BEGIN SUPPLIED RECORDS

package config

import (
	"fmt"

	"sagcrest/profile/station"
	"sagcrest/section"
)

// Something that the road passes under or over.
type fileClearance struct {
	Name     string     `json:"name" jsonschema:"required"`
	Side     string     `json:"side" jsonschema:"required,enum=under,enum=over" jsonschema_description:"the road passes under or over it"`
	From     place      `json:"from" jsonschema:"required" range:"[-10000000,10000000]"`
	To       place      `json:"to" jsonschema:"required" range:"[-10000000,10000000]"`
	Elev     coordinate `json:"elev" range:"[-1000,10000]" jsonschema_description:"for both ends; or elev_from and elev_to"`
	ElevFrom coordinate `json:"elev_from" range:"[-1000,10000]" jsonschema_description:"soffit (under) or top (over) at from"`
	ElevTo   coordinate `json:"elev_to" range:"[-1000,10000]" jsonschema_description:"the same at to; linear between"`
	Gap      length     `json:"gap" jsonschema:"required" range:"[0,100]" jsonschema_description:"the least wanted"`
	Left     coordinate `json:"left" range:"[-1000,1000]" jsonschema_description:"offset of its left end; absent: the hinge"`
	Right    coordinate `json:"right" range:"[-1000,1000]" jsonschema_description:"offset of its right end; absent: the hinge"`
}

// obstacles reads the clearances. From and to may be one place: a wire has no
// width along the road.
func (r *reading) obstacles(files []fileClearance) []section.Obstacle {
	var all []section.Obstacle
	seen := map[string]bool{}
	for i := range files {
		f, key := &files[i], fmt.Sprintf("clearance[%d]", i)
		r.unique(seen, f.Name, key+".name")
		o := section.Obstacle{
			Name: f.Name, Under: f.Side == "under", Over: r.interval(stretch{f.From, f.To, key}, true),
			Gap: f.Gap.si, Left: offsetPointer(f.Left), Right: offsetPointer(f.Right),
		}
		o.ElevFrom, o.ElevTo = r.levels(f, key)
		if o.Left != nil && o.Right != nil && *o.Left > *o.Right {
			r.complain("F06", key+".right", fmt.Sprintf("%s reaches from offset %s m to %s m", key, shortest(f.Left.si), shortest(f.Right.si)), "left comes first; left of the road is negative")
		}
		all = append(all, o)
	}
	return all
}

// levels reads elev for both ends, or elev_from and elev_to.
func (r *reading) levels(f *fileClearance, key string) (from, to float64) {
	one, first, last := r.has(key+".elev"), r.has(key+".elev_from"), r.has(key+".elev_to")
	switch {
	case one && (first || last):
		r.complain("F08", key+".elev", key+" has both elev and elev_from, elev_to", "keep one")
	case one:
		return f.Elev.si, f.Elev.si
	case !first && !last:
		r.complain("F05", key, key+" has no level", "give elev, or elev_from and elev_to")
	case !first:
		r.complain("F05", key+".elev_from", key+".elev_from is missing", "give both, or elev")
	case !last:
		r.complain("F05", key+".elev_to", key+".elev_to is missing", "give both, or elev")
	}
	return f.ElevFrom.si, f.ElevTo.si
}

// The land that the road may use, as one line on each side; either may be left
// out, and then nothing is checked there.
type fileRightOfWay struct {
	Left  []fileCorner `json:"left" jsonschema_description:"corners of the line on the left; linear between"`
	Right []fileCorner `json:"right" jsonschema_description:"corners of the line on the right; linear between"`
}

// A corner of such a line.
type fileCorner struct {
	Station place      `json:"station" jsonschema:"required" range:"[-10000000,10000000]"`
	Offset  coordinate `json:"offset" jsonschema:"required" range:"[-10000,10000]" jsonschema_description:"left of the road is negative"`
}

// rightOfWay reads both lines. Where they end, no land is known: linear between
// corners, nothing before the first or after the last.
func (r *reading) rightOfWay(f *fileRightOfWay) section.RightOfWay {
	if f == nil {
		return section.RightOfWay{}
	}
	return section.RightOfWay{
		Left:  r.limits(f.Left, "right_of_way.left", -1),
		Right: r.limits(f.Right, "right_of_way.right", 1),
	}
}

// limits reads one line. It must lie on its own side of the reference line and
// its stations must increase.
func (r *reading) limits(files []fileCorner, key string, side float64) []section.Limit {
	if len(files) == 1 {
		r.complain("F05", key, key+" has one corner; a line needs two", "give the corner at its other end")
	}
	var all []section.Limit
	for i, f := range files {
		l := section.Limit{At: station.Station(f.Station.si), Offset: station.Offset(f.Offset.si)}
		if i > 0 && f.Station.ok && files[i-1].Station.ok && l.At <= all[i-1].At {
			r.complain("A01", fmt.Sprintf("%s[%d].station", key, i), fmt.Sprintf("%s[%d] lies at %s, not beyond %s", key, i, r.labels.Format(l.At), r.labels.Format(all[i-1].At)),
				"stations increase along the road")
		}
		if f.Offset.ok && f.Offset.si*side < 0 {
			r.complain("F06", fmt.Sprintf("%s[%d].offset", key, i), fmt.Sprintf("%s[%d] has offset %s m, on the other side of the road", key, i, shortest(f.Offset.si)),
				"offsets are negative on the left, positive on the right")
		}
		all = append(all, l)
	}
	return all
}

END SUPPLIED RECORDS

» **TASK PROMPT**: Reproduce the listing shown above in its entirety, exactly.

» **RESPONSE AREA**:
package config

import (
	"fmt"

	"sagcrest/profile/station"
	"sagcrest/section"
)

// Something that the road passes under or over.
type fileClearance struct {
	Name     string     `json:"name" jsonschema:"required"`
	Side     string     `json:"side" jsonschema:"required,enum=under,enum=over" jsonschema_description:"the road passes under or over it"`
	From     place      `json:"from" jsonschema:"required" range:"[-10000000,10000000]"`
	To       place      `json:"to" jsonschema:"required" range:"[-10000000,10000000]"`
	Elev     coordinate `json:"elev" range:"[-1000,10000]" jsonschema_description:"for both ends; or elev_from and elev_to"`
	ElevFrom coordinate `json:"elev_from" range:"[-1000,10000]" jsonschema_description:"soffit (under) or top (over) at from"`
	ElevTo   coordinate `json:"elev_to" range:"[-1000,10000]" jsonschema_description:"the same at to; linear between"`
	Gap      length     `json:"gap" jsonschema:"required" range:"[0,100]" jsonschema_description:"the least wanted"`
	Left     coordinate `json:"left" range:"[-1000,1000]" jsonschema_description:"offset of its left end; absent: the hinge"`
	Right    coordinate `json:"right" range:"[-1000,1000]" jsonschema_description:"offset of its right end; absent: the hinge"`
}

// obstacles reads the clearances. From and to may be one place: a wire has no
// width along the road.
func (r *reading) obstacles(files []fileClearance) []section.Obstacle {
	var all []section.Obstacle
	seen := map[string]bool{}
	for i := range files {
		f, key := &files[i], fmt.Sprintf("clearance[%d]", i)
		r.unique(seen, f.Name, key+".name")
		o := section.Obstacle{
			Name: f.Name, Under: f.Side == "under", Over: r.interval(stretch{f.From, f.To, key}, true),
			Gap: f.Gap.si, Left: offsetPointer(f.Left), Right: offsetPointer(f.Right),
		}
		o.ElevFrom, o.ElevTo = r.levels(f, key)
		if o.Left != nil && o.Right != nil && *o.Left > *o.Right {
			r.complain("F06", key+".right", fmt.Sprintf("%s reaches from offset %s m to %s m", key, shortest(f.Left.si), shortest(f.Right.si)), "left comes first; left of the road is negative")
		}
		all = append(all, o)
	}
	return all
}

// levels reads elev for both ends, or elev_from and elev_to.
func (r *reading) levels(f *fileClearance, key string) (from, to float64) {
	one, first, last := r.has(key+".elev"), r.has(key+".elev_from"), r.has(key+".elev_to")
	switch {
	case one && (first || last):
		r.complain("F08", key+".elev", key+" has both elev and elev_from, elev_to", "keep one")
	case one:
		return f.Elev.si, f.Elev.si
	case !first && !last:
		r.complain("F05", key, key+" has no level", "give elev, or elev_from and elev_to")
	case !first:
		r.complain("F05", key+".elev_from", key+".elev_from is missing", "give both, or elev")
	case !last:
		r.complain("F05", key+".elev_to", key+".elev_to is missing", "give both, or elev")
	}
	return f.ElevFrom.si, f.ElevTo.si
}

// The land that the road may use, as one line on each side; either may be left
// out, and then nothing is checked there.
type fileRightOfWay struct {
	Left  []fileCorner `json:"left" jsonschema_description:"corners of the line on the left; linear between"`
	Right []fileCorner `json:"right" jsonschema_description:"corners of the line on the right; linear between"`
}

// A corner of such a line.
type fileCorner struct {
	Station place      `json:"station" jsonschema:"required" range:"[-10000000,10000000]"`
	Offset  coordinate `json:"offset" jsonschema:"required" range:"[-10000,10000]" jsonschema_description:"left of the road is negative"`
}

// rightOfWay reads both lines. Where they end, no land is known: linear between
// corners, nothing before the first or after the last.
func (r *reading) rightOfWay(f *fileRightOfWay) section.RightOfWay {
	if f == nil {
		return section.RightOfWay{}
	}
	return section.RightOfWay{
		Left:  r.limits(f.Left, "right_of_way.left", -1),
		Right: r.limits(f.Right, "right_of_way.right", 1),
	}
}

// limits reads one line. It must lie on its own side of the reference line and
// its stations must increase.
func (r *reading) limits(files []fileCorner, key string, side float64) []section.Limit {
	if len(files) == 1 {
		r.complain("F05", key, key+" has one corner; a line needs two", "give the corner at its other end")
	}
	var all []section.Limit
	for i, f := range files {
		l := section.Limit{At: station.Station(f.Station.si), Offset: station.Offset(f.Offset.si)}
		if i > 0 && f.Station.ok && files[i-1].Station.ok && l.At <= all[i-1].At {
			r.complain("A01", fmt.Sprintf("%s[%d].station", key, i), fmt.Sprintf("%s[%d] lies at %s, not beyond %s", key, i, r.labels.Format(l.At), r.labels.Format(all[i-1].At)),
				"stations increase along the road")
		}
		if f.Offset.ok && f.Offset.si*side < 0 {
			r.complain("F06", fmt.Sprintf("%s[%d].offset", key, i), fmt.Sprintf("%s[%d] has offset %s m, on the other side of the road", key, i, shortest(f.Offset.si)),
				"offsets are negative on the left, positive on the right")
		}
		all = append(all, l)
	}
	return all
}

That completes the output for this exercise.